How email kills productivity
A recent study by Microsoft and the University of Illinois has confirmed what we all suspected: email reduces productivity.
The New York Times reports that the Microsoft workers studied took an average of 15 minutes to get back to jobs requiring serious mental exertion after receiving an email. They tended to surf the web or reply to other messages before getting back to work.
But it’s all not bad news, the New York Times says. Another study by the Oxford University’s Institute for the Future of the Mind suggests that the older you are, the better able you will be maintaining productivity in the face of distractions.
The study gave two groups – one of 18–21 year olds and the other of 35–39-year-olds – 90 seconds to translate images into numbers using a simple code. The study found that while the younger group were quicker when uninterrupted, when both groups were interrupted by a phone call or text message the older group caught up in speed and accuracy.
“The older people think more slowly, but they have a faster fluid intelligence, so they are better able to block out interruptions and choose what to focus on,” an author of the study said.
Online fraud rife
A UK Government-backed survey has found 12% of adult internet users fell victim to some kind of online fraud during 2006, reports ITWire.
About half of the victims were defrauded while shopping online, and one-third experienced some kind of bank account or credit card fraud. About two in five ran into some other kind of fraud. Some respondents experienced multiple types of fraud.
The average loss reported by the 2441 respondents was £875 ($2134).
The researchers suggested the high levels of fraud may be a result of the fact that slightly less than half of the respondents said they were responsible for their own online safety.
Britons aren’t all taking basic precautions: 17% still have no antivirus software, 22% do not use a firewall; 20% had not updated their antivirus software in the previous month; 23% had opened a file attached to an email from an unknown source;, and more than half used the same password on multiple websites.
Back home, the Commonwealth Bank has developed a new tool in its fight against internet bank fraud, reports the Australian Financial Review. The bank is introducing a free SMS-based service that will deliver single-use codes to secure transactions for 2.3 million internet banking customers.

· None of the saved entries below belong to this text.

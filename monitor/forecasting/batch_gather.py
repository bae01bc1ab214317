"""The gather step for many water bodies at once: a few set-based queries, then pure assembly.

:func:`monitor.forecasting.cycle.gather` reads one water body with about a
dozen queries; for thousands of water bodies the driver's round trips to
the database dominate. :func:`fetch` reads a chunk of water bodies with one
query per kind of data (newest checkpoints, readings of all their stations,
daily means for the observed history, the newest weather forecasts, the
verified record the blend is set from, candidate late readings), split per
water body in memory into picklable :class:`RawInputs`; :func:`assemble`
turns one of them into exactly the :class:`~monitor.forecasting.cycle.CycleInputs`
that ``cycle.gather`` returns (a property test compares them). ``assemble``
does no I/O, so it may run on a Dask worker beside ``compute``.

The rare case of late readings (stamped before the newest checkpoint,
received after it) is resolved per water body with
:func:`monitor.forecasting.late.late_restart`; a normal day finds none.
"""

from __future__ import annotations

import datetime as dt
from collections.abc import Iterator, Sequence
from dataclasses import dataclass, field

import numpy as np
import pandas as pd
from sqlalchemy import and_, func, select, tuple_
from sqlalchemy.engine import Engine

from assimilation.observe import OBSERVABLE_KINDS
from monitor.config import Config, WaterBodyConfig
from monitor.config.model_setup import chlorophyll_sensors, filter_config, model_spec
from monitor.forecasting import cycle
from monitor.forecasting.blend_setup import RECORD_DAYS, blend_settings
from monitor.forecasting.drivers import StationSeries, driver_stations, observed_drivers
from monitor.forecasting.history import (
    CLIMATOLOGY_MARGIN_DAYS,
    CLIMATOLOGY_YEARS,
    OBSERVED_BY,
    RECENT_DAYS,
    REGRESSOR,
    ObservedHistory,
    series_by_basin,
)
from monitor.forecasting.late import late_restart
from monitor.store import schema
from monitor.store.daily import daily_means
from monitor.store.readings import readings_frame
from monitor.timeutil import to_epoch_days, utc_series_from_db
from monitor.verification.records import RECORD_COLUMNS

DAY = dt.timedelta(days=1)
#: Water bodies per set of queries: bounds the rows held in memory at once (readings of a chunk).
CHUNK = 100
HISTORY_VARIABLES = sorted({v for vs in OBSERVED_BY.values() for v in vs} | {REGRESSOR})


@dataclass
class RawInputs:
    """What the store holds for one water body's cycle, read in bulk; :func:`assemble` makes the inputs."""

    water_body_id: str
    analysis: dt.datetime
    start: dt.datetime
    checkpoint: bytes | None
    late_note: str
    readings: pd.DataFrame                  # station_readings over the cycle's window
    first_guess_readings: pd.DataFrame | None  # cold start: readings around the start
    weather: pd.DataFrame                   # newest weather forecast (or empty)
    history_daily: list[pd.DataFrame] = field(default_factory=list)  # daily means per history window
    records: pd.DataFrame | None = None     # verified record since the blend's window


def gather_many(engine: Engine, config: Config, bodies: Sequence[WaterBodyConfig], analysis: dt.datetime, *,
                season_start: dt.datetime | None = None, replay: bool = False, chunk: int = CHUNK
                ) -> Iterator[tuple[str, cycle.CycleInputs | Exception]]:
    """(water body id, CycleInputs) for each of ``bodies``, as ``cycle.gather`` would give them, chunk by chunk.

    A water body whose inputs cannot be made yields its exception instead
    (one water body's failure never stops the others); a query of a whole
    chunk that fails falls back to ``cycle.gather`` for each of its water bodies.
    """
    for raw_id, raw in fetch_many(engine, config, bodies, analysis, season_start=season_start, replay=replay,
                                  chunk=chunk):
        if isinstance(raw, Exception):
            yield raw_id, raw
            continue
        try:
            yield raw_id, assemble(config, config.water_body(raw_id), raw)
        except Exception as exc:  # noqa: BLE001 - reported as that water body's failure
            yield raw_id, exc
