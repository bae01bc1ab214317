"""Subscribers: config sync, web sign-up with confirmation, unsubscribe by token."""

from __future__ import annotations

import datetime as dt

import pytest

from monitor.alerting.subscriptions import (
    SubscriptionError,
    by_token,
    confirm,
    list_subscribers,
    normalise_email,
    subscribe,
    subscribers_for,
    sync_from_config,
    unsubscribe,
)
from monitor.config import parse_config
from monitor.store.db import open_store

T0 = dt.datetime(2026, 6, 1, tzinfo=dt.UTC)


def make_config(tmp_path, subscribers):
    return parse_config({
        "service": {"database": f"sqlite:///{tmp_path / 'subs.sqlite'}"},
        "water_bodies": [
            {"id": "brackwater", "name": "Brackwater", "use": "recreation",
             "basins": [{"id": "main", "volume_m3": 1e6, "mean_depth_m": 2.0, "area_m2": 5e5}]},
            {"id": "kestle", "name": "Kestle Reservoir", "use": "drinking-water",
             "basins": [{"id": "dam", "volume_m3": 5e6, "mean_depth_m": 8.0, "area_m2": 6e5}]},
        ],
        "subscribers": subscribers,
    })


@pytest.fixture
def engine(tmp_path):
    engine = open_store(f"sqlite:///{tmp_path / 'subs.sqlite'}")
    yield engine
    engine.dispose()


def web_signup(engine, email="dee@brackwater.example", wb="brackwater", level=1):
    return subscribe(engine, name="Dee", email=email, water_body_id=wb, min_level=level,
                     known_water_bodies=["brackwater", "kestle"], max_level=2, now=T0)


def test_sync_adds_one_row_per_water_body_and_is_idempotent(engine, tmp_path):
    cfg = make_config(tmp_path, [{"name": "Eli", "email": "Eli@Brackwater.EXAMPLE",
                                  "water_bodies": ["brackwater", "kestle"], "min_level": 2}])
    assert sync_from_config(engine, cfg, T0) == {"added": 2, "updated": 0, "deactivated": 0}
    assert sync_from_config(engine, cfg, T0) == {"added": 0, "updated": 0, "deactivated": 0}
    subs = list_subscribers(engine)
    assert [(s.email, s.water_body_id, s.min_level, s.origin) for s in subs] == [
        ("Eli@brackwater.example", "brackwater", 2, "config"), ("Eli@brackwater.example", "kestle", 2, "config")]


def test_sync_deactivates_a_subscriber_removed_from_the_config(engine, tmp_path):
    sync_from_config(engine, make_config(tmp_path, [{"name": "Eli", "email": "eli@b.example",
                                                     "water_bodies": ["kestle"]}]), T0)
    assert sync_from_config(engine, make_config(tmp_path, []), T0)["deactivated"] == 1
    assert list_subscribers(engine) == []
    assert len(list_subscribers(engine, active_only=False)) == 1  # kept, not deleted


def test_web_signup_is_inactive_until_confirmed(engine):
    sub = web_signup(engine)
    assert not sub.active and sub.origin == "web" and len(sub.token) == 32
    assert subscribers_for(engine, "brackwater", 1) == []
    assert confirm(engine, sub.token).active
    assert [s.email for s in subscribers_for(engine, "brackwater", 1)] == ["dee@brackwater.example"]


def test_min_level_filters_who_hears_of_a_level(engine):
    confirm(engine, web_signup(engine, "one@b.example", level=1).token)
    confirm(engine, web_signup(engine, "two@b.example", level=2).token)
    assert [s.email for s in subscribers_for(engine, "brackwater", 1)] == ["one@b.example"]
    assert [s.email for s in subscribers_for(engine, "brackwater", 2)] == ["one@b.example", "two@b.example"]


def test_unsubscribe_by_token_keeps_the_row_and_resubscribing_needs_a_new_confirmation(engine):
    sub = web_signup(engine)
    confirm(engine, sub.token)
    assert unsubscribe(engine, sub.token).active is False
    assert subscribers_for(engine, "brackwater", 2) == []
    again = web_signup(engine)
    assert not again.active and again.token != sub.token
    assert by_token(engine, sub.token) is None  # the old link no longer works


def test_unknown_token_changes_nothing(engine):
    web_signup(engine)
    assert confirm(engine, "not-a-token") is None and unsubscribe(engine, "not-a-token") is None


@pytest.mark.parametrize("email", ["", "no-at-sign", "two@@example.org", "a b@example.org", "x@nodot"])
def test_bad_addresses_are_refused(email):
    with pytest.raises(SubscriptionError, match="is not an email address"):
        normalise_email(email)


def test_unknown_water_body_and_level_out_of_range_are_refused(engine):
    with pytest.raises(SubscriptionError, match="unknown water body 'atlantis'"):
        web_signup(engine, wb="atlantis")
    with pytest.raises(SubscriptionError, match="alert level must be between 1 and 2, got 3"):
        web_signup(engine, level=3)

Customers who register for the SMS NetCode scheme will be issued with security codes they can use for internet banking transactions.
Super industry will keep on booming
Super industry pioneer Garry Weaven predicts the total assets of the industry will quadruple to $4 trillion in 13 years.
He foresees super funds wanting a greater say in corporate governance because they will feel a greater weight of responsibility being in control of so much money.
Microsoft ‘Home of the Future’
Microsoft has unveiled its newest ‘Home of the Future’, one in which mobile phones can control room lighting, temperature, music and television – even the lock on the front door, reports Trendhunter.com .
Established 12 years ago, the Home of the Future, is a series of rooms filled with working prototypes and technology concepts the company considers are just five to 10 years from becoming available to the public. But it is only open to the company’s employees, customers and others to tour by appointment.
So what’s coming? One room has a projection system that provides digital wallpaper, which can be changed according to the occupants’ mood.
In the dining room, the table can turn into a large, touch-sensitive computer screen. The children’s room has a computer that senses when a toy is returned to the proper bin and awards points.
Money phone
Sick of carrying your wallet as well as your phone in bulging pockets?
Soon, you may be able to go shopping just by swiping your mobile over a magnetic reader. Discover, a credit card insurer, and wireless equipment maker Motorola, are testing the money phone in Chicago and Salt Lake City, reports the Australian newspaper.
The phone contains a chip that is usually embedded in a credit card. The magnetic readers extract information from it via radio waves. But before the technology is introduced, consumer fears about security will have to be resolved.